India’s generic firm Glenmark has stopped selling codeine sulfate pills used to manage pain, following US FDA’s directive to stop marketing the tablets that have not received FDA approval.

Glenmark’s stoppage of selling codeine sulfate pills came after the Food and Drug Administration asked the company to end the sale of the drug which earlier didn’t require the health regulator’s approval.

US FDA has issued warning letters to four companies that they must stop marketing unapproved codeine sulfate tablets. Codeine sulfatedrugs are opioid analgesics, commonly called narcotics, that are widely used to treat pain.

US FDA had warned Glenmark Generics on the sale of morphine sulphate in March, which was also categorized as an unapproved product.

Glenmark Generics had complied with the FDA’s directive on morphine sulphate However, the regulator had subsequently exercised its “enforcement discretion” and permitted the company to continue to distribute a version of the drug for up to 180 days through a letter dated April 9, reports said.

Revenue impact from the US FDA action is only marginal, Glenmark stated.

Apart from Glenmark Generics Inc. USA, Mahwah, N.J., Lehigh Valley Technologies Inc. Allentown, Penn., Cerovene Inc., Valley Cottage N.Y, and Dava International Inc., Fort Lee, N.J. are the other firms received warning letters from US FDA.

All the four companies are marketing codeine sulfate tablets in 30 mg and 60 mg strengths.

FDA has no evidence the narcotic analgesic tablets used to treat pain are safe or effective, the regulatory officials said.

Another manufacturer, Roxane Laboratories, markets FDA-approved codeine sulfate tablets and is able to meet the demand for the drug, US FDA officials said.
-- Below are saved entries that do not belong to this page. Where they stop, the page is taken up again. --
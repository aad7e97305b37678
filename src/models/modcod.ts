/** Coding profiles and adaptive (DVB-S2) mode tables. */
import type { AdaptiveMode } from '../budget/types.js';
import { requiredEbN0DB } from './ber.js';

export interface CodingProfile {
  name: string;
  /** Information bits per coded bit. */
  codeRate: number;
  /** Required Eb/N0 (dB, information bit) at targetBitErrorRate with BPSK/QPSK. */
  requiredEbN0DB: number;
  targetBitErrorRate: number;
  source: string;
}

/**
 * Default coding profiles at BER 1e-5 with coherent BPSK/QPSK. The coded figures
 * are typical values from memory; a user should override them with the modem's own.
 */
export const CODING_PROFILES: Readonly<Record<string, CodingProfile>> = Object.freeze({
  uncoded: {
    name: 'uncoded', codeRate: 1, targetBitErrorRate: 1e-5,
    requiredEbN0DB: requiredEbN0DB({ modulation: 'bpsk', bitErrorRate: 1e-5 }),
    source: 'coherent BPSK/QPSK in AWGN, ½ erfc(√(Eb/N0)) solved for 1e-5',
  },
  'conv-r1/2-k7': {
    name: 'conv-r1/2-k7', codeRate: 1 / 2, targetBitErrorRate: 1e-5, requiredEbN0DB: 4.4,
    source: 'convolutional r = 1/2, K = 7, soft-decision Viterbi, typical figure (from memory)',
  },
  'rs-conv': {
    name: 'rs-conv', codeRate: (1 / 2) * (223 / 255), targetBitErrorRate: 1e-5, requiredEbN0DB: 2.5,
    source: 'Reed–Solomon (255,223) concatenated with convolutional r = 1/2, K = 7, typical figure (from memory)',
  },
});

/** Profile by name from `table` (default CODING_PROFILES; pass your own to override). Unknown name: RangeError. */
export function codingProfile(name: string, table: Readonly<Record<string, CodingProfile>> = CODING_PROFILES): CodingProfile {
  const p = Object.prototype.hasOwnProperty.call(table, name) ? table[name] : undefined;
  if (!p) throw new RangeError(`codingProfile: name = ${JSON.stringify(name)} is outside ${Object.keys(table).join(', ')}`);
  return p;
}

/**
 * DVB-S2 MODCODs, normal frames, no pilots: ideal Es/N0 for quasi-error-free
 * operation in AWGN and spectral efficiency — ETSI EN 302 307-1, Table 13
 * (from memory), sorted by required Es/N0.
 */
export const DVBS2_MODES: readonly AdaptiveMode[] = Object.freeze(([
  ['QPSK 1/4', -2.35, 0.490243], ['QPSK 1/3', -1.24, 0.656448], ['QPSK 2/5', -0.3, 0.789412],
  ['QPSK 1/2', 1.0, 0.988858], ['QPSK 3/5', 2.23, 1.188304], ['QPSK 2/3', 3.1, 1.322253],
  ['QPSK 3/4', 4.03, 1.487473], ['QPSK 4/5', 4.68, 1.587196], ['QPSK 5/6', 5.18, 1.654663],
  ['8PSK 3/5', 5.5, 1.779991], ['QPSK 8/9', 6.2, 1.766451], ['QPSK 9/10', 6.42, 1.788612],
  ['8PSK 2/3', 6.62, 1.980636], ['8PSK 3/4', 7.91, 2.228124], ['16APSK 2/3', 8.97, 2.637201],
  ['8PSK 5/6', 9.35, 2.478562], ['16APSK 3/4', 10.21, 2.966728], ['8PSK 8/9', 10.69, 2.646012],
  ['8PSK 9/10', 10.98, 2.679207], ['16APSK 4/5', 11.03, 3.165623], ['16APSK 5/6', 11.61, 3.300184],
  ['32APSK 3/4', 12.73, 3.703295], ['16APSK 8/9', 12.89, 3.523143], ['16APSK 9/10', 13.13, 3.567342],
  ['32APSK 4/5', 13.64, 3.951571], ['32APSK 5/6', 14.28, 4.11954], ['32APSK 8/9', 15.69, 4.397854],
  ['32APSK 9/10', 16.05, 4.453027],
] as const).map(([name, requiredEsN0DB, efficiencyBitsPerSymbol]) => Object.freeze({ name, requiredEsN0DB, efficiencyBitsPerSymbol })));

/**
 * Index of the most efficient mode with requiredEsN0DB + requiredMarginDB ≤ esN0DB
 * (ties: the lower requirement), or −1 when none fits (or Es/N0 is NaN). Modes need not be sorted. No allocation.
 */
export function selectAdaptiveMode(modes: readonly AdaptiveMode[], esN0DB: number, requiredMarginDB: number): number {
  let best = -1;
  for (let i = 0; i < modes.length; i++) {
    const m = modes[i];
    // Written so that a NaN Es/N0 fits no mode (a '>' test would let NaN fit every one).
    if (!(m.requiredEsN0DB + requiredMarginDB <= esN0DB)) continue;
    if (best < 0 || m.efficiencyBitsPerSymbol > modes[best].efficiencyBitsPerSymbol
      || (m.efficiencyBitsPerSymbol === modes[best].efficiencyBitsPerSymbol && m.requiredEsN0DB < modes[best].requiredEsN0DB)) {
      best = i;
    }
  }
  return best;
}

/**
 * selectAdaptiveMode as a table: the chosen mode is a step function of the
 * Es/N0 (the set of modes that fit only grows with it), so the breakpoints
 * (each distinct requiredEsN0DB + requiredMarginDB, ascending) and the mode
 * chosen from each one on are computed once with the same rule and tie-breaks;
 * choosing is then a search among the breakpoints. `choose(x)` equals
 * `selectAdaptiveMode(modes, x, requiredMarginDB)` for every x (NaN: −1).
 */
export interface AdaptiveModeTable {
  /** Ascending distinct thresholds (dB). */
  thresholdsDB: Float64Array;
  /** Mode index chosen for Es/N0 in [thresholdsDB[j], thresholdsDB[j+1]). */
  modeFrom: Int32Array;
  choose(esN0DB: number): number;
  /** `choose` of x[0 … n−1] into out (hunting from the previous entry's breakpoint: Es/N0 moves slowly along a pass). */
  chooseColumn(x: Float64Array, n: number, out: Int16Array): void;
}

export function adaptiveModeTable(modes: readonly AdaptiveMode[], requiredMarginDB: number): AdaptiveModeTable {
  const th = modes.map((m) => m.requiredEsN0DB + requiredMarginDB);
  const distinct = [...new Set(th)].filter((x) => !Number.isNaN(x)).sort((a, b) => a - b);
  const thresholdsDB = Float64Array.from(distinct);
  const modeFrom = Int32Array.from(distinct, (x) => selectAdaptiveMode(modes, x, requiredMarginDB));
  const n = thresholdsDB.length;
  return {
    thresholdsDB,
    modeFrom,
    choose(x) {
      // Largest j with thresholdsDB[j] ≤ x (none for x below all, or NaN).
      if (!(x >= thresholdsDB[0])) return -1;
      let lo = 0, hi = n;
      while (hi - lo > 1) {
        const mid = (lo + hi) >> 1;
        if (thresholdsDB[mid] <= x) lo = mid; else hi = mid;
      }
      return modeFrom[lo];
    },
    chooseColumn(x, count, out) {
      let j = 0;
      for (let i = 0; i < count; i++) {
        const v = x[i];
        while (j > 0 && !(thresholdsDB[j] <= v)) j--;
        while (j + 1 < n && thresholdsDB[j + 1] <= v) j++;
        out[i] = n > 0 && thresholdsDB[j] <= v ? modeFrom[j] : -1;
      }
    },
  };
}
US FDA did not anticipate a supply problem for codeine sulfate tablets because of the warning letters and subsequent withdrawal of the drugs.

“Consumers deserve and expect that their drugs meet modern FDA standards for safety, effectiveness, labeling, and quality. Removing unapproved products that do not meet those standards is an FDA priority,” said Janet Woodcock, M.D., director of the FDA’s Center for Drug Evaluation and Research (CDER).

Drug companies should ensure all drugs they make and market have appropriate FDA approval, US FDA said.

Glenmark, Lehig Valley Tech, Cerovene and Dava International have 15 days to give the FDA a plan to discontinue marketing the unapproved drugs.

Manufacturers have 90 days to cease manufacturing of new product, and distributors have 180 days to cease further shipment of existing products. Previously manufactured unapproved products may still be found on pharmacy shelves for a period of time.

US FDA’s initiative against the marketing of unapproved codeine sulfate drugs is part of its programme announced in June 2006. At that time, the agency published a Compliance Policy Guide describing the FDA’s risk-based enforcement approach to unapproved products.

Consumers who rely on opioid analgesics for pain relief have access to products that have been evaluated by the FDA and determined to be safe and effective for use. There are other FDA-approved drugs, including different opioid analgesics, which can be used to relieve pain. Consumers should consult a health care professional for detailed guidance on treatment options, US FDA announcement said.